DESCRIPTION OF THE TASK: Could you copy every line from the material below in which "const" appears?

== Segment start ==

import { readFileSync } from 'node:fs';
import { describe, expect, it } from 'vitest';
import { lowerOrderIndex, quantileBoundSorted, upperOrderIndex } from '../../src/statistics/quantile-bound.js';

// Fixture: scripts/reference/quantile_bound_reference.py — the order-statistic indices of the
// distribution-free one-sided quantile bounds from scipy.stats.binom (ppf and cdf).
interface Fixture {
  cases: { n: number; q: number; alpha: number; upper: number | null; lower: number | null }[];
}
const fixture = JSON.parse(readFileSync(new URL('./fixtures/quantile-bound.json', import.meta.url), 'utf8')) as Fixture;

describe('order-statistic bounds of a quantile agree with scipy.stats.binom', () => {
  it('upper index k and lower index j over the fixture', () => {
    expect(fixture.cases.length).toBeGreaterThan(200);
    const bad: string[] = [];
    for (const c of fixture.cases) {
      const k = upperOrderIndex(c.n, c.q, c.alpha) ?? null;
      const j = lowerOrderIndex(c.n, c.q, c.alpha) ?? null;
      if (k !== c.upper) bad.push(`upper(${c.n}, ${c.q}, ${c.alpha}) = ${k}, scipy ${c.upper}`);
      if (j !== c.lower) bad.push(`lower(${c.n}, ${c.q}, ${c.alpha}) = ${j}, scipy ${c.lower}`);
    }
    expect(bad).toEqual([]);
  });

  it('reads the order statistic: the median of 200 draws at 95 % lies between the 88th and 113th', () => {
    const sorted = Float64Array.from({ length: 200 }, (_, i) => i + 1);
    // scipy.stats.binom.ppf(0.95, 200, 0.5) = 112, so k = 113; P(Bin ≤ 87) ≤ 0.05 < P(Bin ≤ 88), so j = 88.
    expect(quantileBoundSorted(sorted, 200, 0.5, 'upper', 0.05)).toBe(113);
    expect(quantileBoundSorted(sorted, 200, 0.5, 'lower', 0.05)).toBe(88);
    // Too few draws for a 99 % bound of the 5th percentile from below.
    expect(quantileBoundSorted(sorted, 20, 0.05, 'lower', 0.01)).toBeUndefined();
  });
});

== Segment end ==

RESULT OF THE TASK:
const fixture = JSON.parse(readFileSync(new URL('./fixtures/quantile-bound.json', import.meta.url), 'utf8')) as Fixture;
    const bad: string[] = [];
    for (const c of fixture.cases) {
      const k = upperOrderIndex(c.n, c.q, c.alpha) ?? null;
      const j = lowerOrderIndex(c.n, c.q, c.alpha) ?? null;
    const sorted = Float64Array.from({ length: 200 }, (_, i) => i + 1);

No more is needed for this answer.